Figure 7.

Schematic representation of the neural network proposed for a glomerulus in the honey bee (model architecture based on Fonta et al., 1993; Abel et al., 2001; Nishino et al., 2009; Meyer and Galizia, 2012; Girardin et al., 2013). Octopamine is released into the whole glomerulus in both core and cortex and acts on the GABArgic local interneurons (LNs) and on GABAergic multiglomerular projection neurons (mPNs). Each glomerulus has a uniglomerular PN (uPNs) that branches into both core and cortex areas of the glomerulus. uPNs receive excitatory synapses from ORNs in the cortex area and inhibitory synapses from hetero-multiglomerular local neurons from neighboring glomeruli in the core area. The uPNs also receive inhibitory synapses in the cortex that come from the mPNs. In the glomerulus there are GABAergic and non-GABAergic multiglomerular LNs. For simplicity, only one type of the GABAergic LNs is shown in the glomeruli; LNg (LN1 or heteroLN in Figure 1) that branches in all areas of the glomerulus (cortex and core) where it receives excitatory synapses from ORN in the cortex and inhibitory synapses in the core and sends the inhibitory output into the neighboring glomeruli.
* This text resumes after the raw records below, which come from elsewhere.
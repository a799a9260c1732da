import type {
  ChecklistItem,
  DefectResponse,
  InspectionPage,
  InspectionResponse,
  PendingAcknowledgement,
  PutResultsResponse,
  ResultUpsert,
  SignatureResponse,
  VehicleRequest,
  VehicleResponse,
} from '@yardcall/shared';
import { randomUUID } from 'node:crypto';
import request from 'supertest';
import {
  bearer,
  bodyOf,
  createdBody,
  createVehicle,
  errorBody,
  OTHER_ORG_ADMIN,
  postInspection,
  SECOND_DRIVER,
  signIn,
  suiteApp,
  tractorRequest,
  trailerRequest,
  unitNumber,
} from './helpers';

// A unit number free in this run, so the suite also passes against a database kept from an earlier run.

const steerTread = (items: ChecklistItem[]) =>
  items.find(
    (i) => i.expects.type === 'measure' && i.expects.quantity === 'tread_depth' && i.limitContext?.axle === 'steer',
  )!;
const nonSafetyCheck = (items: ChecklistItem[]) => items.find((i) => !i.safety && i.expects.type === 'check')!;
Both types of GABAergic neurons (LNs and mPNs) express AmOA1 receptors in the glomerulus. Based on our indirect evidence of AmOA1 and GABA stainings in glomeruli, we hypothesize two possible mPNs connections, one that receives excitatory synapses from ORNs in the glomerulus cortex and makes synapses in the LH as well as another that receives synaptic input from LPL and LH and makes synapses onto the processes in the cortex. Future physiological and anatomical studies will clarify the branching patterns that we proposed for mPNs.